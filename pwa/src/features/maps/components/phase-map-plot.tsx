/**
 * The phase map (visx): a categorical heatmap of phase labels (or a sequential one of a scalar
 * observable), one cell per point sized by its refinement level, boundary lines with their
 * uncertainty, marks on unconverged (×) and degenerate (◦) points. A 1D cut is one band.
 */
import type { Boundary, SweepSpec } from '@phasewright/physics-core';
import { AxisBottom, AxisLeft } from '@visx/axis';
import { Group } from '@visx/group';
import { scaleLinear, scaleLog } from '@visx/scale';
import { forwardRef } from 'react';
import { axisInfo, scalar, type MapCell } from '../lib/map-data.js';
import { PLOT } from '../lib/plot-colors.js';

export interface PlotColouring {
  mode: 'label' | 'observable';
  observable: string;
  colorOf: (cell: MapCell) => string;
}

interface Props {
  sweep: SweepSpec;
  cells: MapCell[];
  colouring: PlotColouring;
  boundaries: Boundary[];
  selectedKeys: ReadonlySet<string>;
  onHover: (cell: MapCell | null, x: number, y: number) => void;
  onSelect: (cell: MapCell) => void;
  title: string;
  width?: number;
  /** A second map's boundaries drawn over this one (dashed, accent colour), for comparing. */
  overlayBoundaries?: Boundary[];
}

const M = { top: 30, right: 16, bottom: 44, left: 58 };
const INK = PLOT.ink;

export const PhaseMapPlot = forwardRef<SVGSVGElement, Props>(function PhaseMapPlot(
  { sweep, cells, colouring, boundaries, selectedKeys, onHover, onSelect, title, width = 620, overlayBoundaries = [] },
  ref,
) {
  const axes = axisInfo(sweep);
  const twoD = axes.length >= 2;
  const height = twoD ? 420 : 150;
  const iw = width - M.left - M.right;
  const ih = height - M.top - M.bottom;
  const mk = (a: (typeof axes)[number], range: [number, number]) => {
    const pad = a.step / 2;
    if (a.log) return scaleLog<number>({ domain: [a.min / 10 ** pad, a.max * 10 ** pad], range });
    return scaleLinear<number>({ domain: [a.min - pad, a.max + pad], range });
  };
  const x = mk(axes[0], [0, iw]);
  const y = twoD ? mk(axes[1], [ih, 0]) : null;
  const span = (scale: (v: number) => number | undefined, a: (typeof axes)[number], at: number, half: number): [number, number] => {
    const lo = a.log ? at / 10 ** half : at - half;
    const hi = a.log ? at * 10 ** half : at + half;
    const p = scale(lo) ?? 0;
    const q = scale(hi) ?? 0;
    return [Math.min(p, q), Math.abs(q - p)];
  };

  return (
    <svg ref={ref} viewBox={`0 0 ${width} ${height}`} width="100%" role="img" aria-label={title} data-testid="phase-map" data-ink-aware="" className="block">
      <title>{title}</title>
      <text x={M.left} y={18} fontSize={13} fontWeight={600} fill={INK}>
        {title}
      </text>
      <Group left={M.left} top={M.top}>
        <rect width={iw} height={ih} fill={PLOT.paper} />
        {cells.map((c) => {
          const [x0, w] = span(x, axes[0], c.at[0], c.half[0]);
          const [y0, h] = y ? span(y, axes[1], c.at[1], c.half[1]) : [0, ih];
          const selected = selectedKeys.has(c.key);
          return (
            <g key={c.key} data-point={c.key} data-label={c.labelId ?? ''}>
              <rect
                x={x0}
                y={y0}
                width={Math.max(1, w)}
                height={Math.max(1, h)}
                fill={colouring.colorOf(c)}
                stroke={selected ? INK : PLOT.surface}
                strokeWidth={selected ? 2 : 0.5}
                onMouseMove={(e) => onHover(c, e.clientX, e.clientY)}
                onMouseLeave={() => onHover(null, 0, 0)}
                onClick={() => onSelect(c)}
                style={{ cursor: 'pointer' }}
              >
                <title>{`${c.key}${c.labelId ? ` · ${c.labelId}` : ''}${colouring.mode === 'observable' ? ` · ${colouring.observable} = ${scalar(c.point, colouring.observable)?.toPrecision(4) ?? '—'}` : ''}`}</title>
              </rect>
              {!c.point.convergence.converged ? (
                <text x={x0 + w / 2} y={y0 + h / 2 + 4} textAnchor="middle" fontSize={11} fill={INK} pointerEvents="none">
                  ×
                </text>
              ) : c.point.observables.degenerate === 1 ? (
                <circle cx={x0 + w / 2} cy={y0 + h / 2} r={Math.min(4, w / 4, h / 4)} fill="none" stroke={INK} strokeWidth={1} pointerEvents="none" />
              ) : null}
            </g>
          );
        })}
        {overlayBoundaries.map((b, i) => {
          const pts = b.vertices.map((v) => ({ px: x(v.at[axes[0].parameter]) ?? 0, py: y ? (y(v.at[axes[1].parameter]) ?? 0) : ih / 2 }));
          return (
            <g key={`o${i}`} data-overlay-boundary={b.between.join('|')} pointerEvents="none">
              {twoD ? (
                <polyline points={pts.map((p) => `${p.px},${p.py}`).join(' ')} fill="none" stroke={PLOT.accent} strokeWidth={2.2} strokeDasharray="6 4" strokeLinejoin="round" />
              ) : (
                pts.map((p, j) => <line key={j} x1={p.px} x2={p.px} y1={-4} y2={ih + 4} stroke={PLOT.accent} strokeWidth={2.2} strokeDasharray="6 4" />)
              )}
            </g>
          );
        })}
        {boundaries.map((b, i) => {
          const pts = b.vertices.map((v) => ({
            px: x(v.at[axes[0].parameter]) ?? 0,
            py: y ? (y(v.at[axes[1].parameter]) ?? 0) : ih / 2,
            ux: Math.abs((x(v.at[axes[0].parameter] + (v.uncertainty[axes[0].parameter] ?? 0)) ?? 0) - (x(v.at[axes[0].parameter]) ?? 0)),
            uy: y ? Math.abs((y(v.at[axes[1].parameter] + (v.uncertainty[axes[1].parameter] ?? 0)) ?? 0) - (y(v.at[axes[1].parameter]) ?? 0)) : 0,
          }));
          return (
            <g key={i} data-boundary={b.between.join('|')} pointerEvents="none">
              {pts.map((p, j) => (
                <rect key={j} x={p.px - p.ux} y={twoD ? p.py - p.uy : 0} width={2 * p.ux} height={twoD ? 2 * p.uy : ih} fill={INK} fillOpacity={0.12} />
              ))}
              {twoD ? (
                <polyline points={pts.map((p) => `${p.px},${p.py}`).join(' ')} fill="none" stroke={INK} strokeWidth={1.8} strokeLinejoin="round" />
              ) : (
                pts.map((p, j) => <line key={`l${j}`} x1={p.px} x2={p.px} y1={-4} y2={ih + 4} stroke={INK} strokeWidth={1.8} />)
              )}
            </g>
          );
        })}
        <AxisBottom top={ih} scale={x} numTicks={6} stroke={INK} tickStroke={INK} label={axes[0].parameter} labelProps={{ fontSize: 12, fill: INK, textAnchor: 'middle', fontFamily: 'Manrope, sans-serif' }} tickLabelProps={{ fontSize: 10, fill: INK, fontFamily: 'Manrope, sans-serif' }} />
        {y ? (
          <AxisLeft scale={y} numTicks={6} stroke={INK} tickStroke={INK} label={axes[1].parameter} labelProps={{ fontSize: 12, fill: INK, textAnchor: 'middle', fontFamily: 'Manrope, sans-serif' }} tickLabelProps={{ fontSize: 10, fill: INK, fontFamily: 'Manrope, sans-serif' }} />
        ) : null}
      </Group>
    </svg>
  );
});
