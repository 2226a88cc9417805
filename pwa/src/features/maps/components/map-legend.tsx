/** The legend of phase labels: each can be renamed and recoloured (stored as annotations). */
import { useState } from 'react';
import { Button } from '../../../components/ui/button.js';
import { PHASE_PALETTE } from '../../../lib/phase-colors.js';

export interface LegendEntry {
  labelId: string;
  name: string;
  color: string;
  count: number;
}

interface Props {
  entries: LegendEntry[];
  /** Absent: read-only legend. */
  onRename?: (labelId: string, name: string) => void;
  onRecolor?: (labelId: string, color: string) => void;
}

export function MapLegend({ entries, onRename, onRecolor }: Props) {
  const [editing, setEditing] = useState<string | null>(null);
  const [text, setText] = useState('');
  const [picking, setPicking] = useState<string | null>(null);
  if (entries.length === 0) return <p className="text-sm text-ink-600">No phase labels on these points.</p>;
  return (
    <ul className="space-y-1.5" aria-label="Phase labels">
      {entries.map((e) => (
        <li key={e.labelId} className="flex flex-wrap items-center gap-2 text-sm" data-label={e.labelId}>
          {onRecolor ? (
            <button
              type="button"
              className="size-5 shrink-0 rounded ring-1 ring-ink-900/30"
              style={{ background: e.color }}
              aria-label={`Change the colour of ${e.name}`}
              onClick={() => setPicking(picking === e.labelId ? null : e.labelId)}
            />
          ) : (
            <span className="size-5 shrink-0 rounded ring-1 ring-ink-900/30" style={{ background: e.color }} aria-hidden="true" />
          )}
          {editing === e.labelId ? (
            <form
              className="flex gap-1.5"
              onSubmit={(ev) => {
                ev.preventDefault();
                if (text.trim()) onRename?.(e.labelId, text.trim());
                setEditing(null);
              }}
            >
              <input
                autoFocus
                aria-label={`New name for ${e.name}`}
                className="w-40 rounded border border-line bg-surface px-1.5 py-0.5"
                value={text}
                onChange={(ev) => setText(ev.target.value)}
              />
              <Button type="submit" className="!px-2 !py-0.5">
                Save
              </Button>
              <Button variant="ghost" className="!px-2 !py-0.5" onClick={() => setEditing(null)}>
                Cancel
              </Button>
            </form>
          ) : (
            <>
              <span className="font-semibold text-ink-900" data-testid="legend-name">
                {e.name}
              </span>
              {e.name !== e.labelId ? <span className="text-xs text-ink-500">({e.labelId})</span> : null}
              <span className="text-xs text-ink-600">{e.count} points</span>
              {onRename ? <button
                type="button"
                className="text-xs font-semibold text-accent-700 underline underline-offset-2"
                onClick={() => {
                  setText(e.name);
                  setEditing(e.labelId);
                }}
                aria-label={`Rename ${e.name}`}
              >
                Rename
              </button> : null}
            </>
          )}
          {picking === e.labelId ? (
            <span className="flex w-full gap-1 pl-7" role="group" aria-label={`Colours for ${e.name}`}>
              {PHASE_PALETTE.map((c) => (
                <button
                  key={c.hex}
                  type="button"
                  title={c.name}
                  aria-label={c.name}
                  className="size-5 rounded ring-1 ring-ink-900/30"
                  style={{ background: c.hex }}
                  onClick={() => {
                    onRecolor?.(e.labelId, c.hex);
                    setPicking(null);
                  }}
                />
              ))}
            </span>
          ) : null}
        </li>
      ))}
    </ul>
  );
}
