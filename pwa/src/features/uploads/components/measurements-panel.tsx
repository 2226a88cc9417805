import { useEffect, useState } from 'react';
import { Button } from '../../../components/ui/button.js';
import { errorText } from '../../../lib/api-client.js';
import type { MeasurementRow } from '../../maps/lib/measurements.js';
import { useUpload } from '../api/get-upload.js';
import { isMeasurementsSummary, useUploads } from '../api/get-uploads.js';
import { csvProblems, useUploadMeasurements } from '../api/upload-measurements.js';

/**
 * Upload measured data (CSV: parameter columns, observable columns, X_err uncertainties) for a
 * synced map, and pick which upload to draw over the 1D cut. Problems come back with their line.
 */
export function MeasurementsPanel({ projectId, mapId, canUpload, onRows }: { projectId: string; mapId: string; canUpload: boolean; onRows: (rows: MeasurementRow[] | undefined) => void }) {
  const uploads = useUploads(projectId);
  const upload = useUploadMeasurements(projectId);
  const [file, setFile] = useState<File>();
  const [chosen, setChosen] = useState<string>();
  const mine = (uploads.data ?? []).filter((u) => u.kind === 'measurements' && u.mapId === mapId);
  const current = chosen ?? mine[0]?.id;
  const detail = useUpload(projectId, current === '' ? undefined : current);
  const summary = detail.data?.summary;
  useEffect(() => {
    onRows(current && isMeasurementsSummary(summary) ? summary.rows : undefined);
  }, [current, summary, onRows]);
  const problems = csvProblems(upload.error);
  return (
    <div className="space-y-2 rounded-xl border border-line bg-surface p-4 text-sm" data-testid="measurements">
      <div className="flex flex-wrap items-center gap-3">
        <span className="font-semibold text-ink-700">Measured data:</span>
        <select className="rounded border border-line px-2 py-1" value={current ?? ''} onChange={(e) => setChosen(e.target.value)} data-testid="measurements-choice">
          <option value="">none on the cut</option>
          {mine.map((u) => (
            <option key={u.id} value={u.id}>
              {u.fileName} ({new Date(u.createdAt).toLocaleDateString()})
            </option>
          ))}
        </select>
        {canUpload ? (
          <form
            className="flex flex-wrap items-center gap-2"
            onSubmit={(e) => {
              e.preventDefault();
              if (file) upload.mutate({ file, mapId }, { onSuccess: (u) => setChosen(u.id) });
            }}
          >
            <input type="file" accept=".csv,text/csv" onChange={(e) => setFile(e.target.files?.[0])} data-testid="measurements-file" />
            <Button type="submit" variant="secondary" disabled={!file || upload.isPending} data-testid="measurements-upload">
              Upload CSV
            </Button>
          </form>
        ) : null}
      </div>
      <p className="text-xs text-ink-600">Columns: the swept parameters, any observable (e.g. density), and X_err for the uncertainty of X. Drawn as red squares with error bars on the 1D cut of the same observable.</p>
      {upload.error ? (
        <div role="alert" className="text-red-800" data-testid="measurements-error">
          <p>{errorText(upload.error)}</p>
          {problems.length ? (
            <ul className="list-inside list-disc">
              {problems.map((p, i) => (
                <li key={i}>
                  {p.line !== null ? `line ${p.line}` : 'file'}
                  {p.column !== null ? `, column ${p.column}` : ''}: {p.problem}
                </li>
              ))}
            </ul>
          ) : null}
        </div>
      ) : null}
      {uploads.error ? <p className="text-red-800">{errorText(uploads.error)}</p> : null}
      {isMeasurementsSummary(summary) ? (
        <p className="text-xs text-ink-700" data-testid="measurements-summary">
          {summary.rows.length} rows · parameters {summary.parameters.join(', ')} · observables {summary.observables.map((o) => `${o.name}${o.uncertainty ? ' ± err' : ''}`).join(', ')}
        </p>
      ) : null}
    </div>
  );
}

= = = = = = =

- [Task goal]: For each line above that includes "void", make a copy.

- [Solved exercise]:
  onHover: (cell: MapCell | null, x: number, y: number) => void;
  onSelect: (cell: MapCell) => void;
  onRename?: (labelId: string, name: string) => void;
  onRecolor?: (labelId: string, color: string) => void;
export function MeasurementsPanel({ projectId, mapId, canUpload, onRows }: { projectId: string; mapId: string; canUpload: boolean; onRows: (rows: MeasurementRow[] | undefined) => void }) {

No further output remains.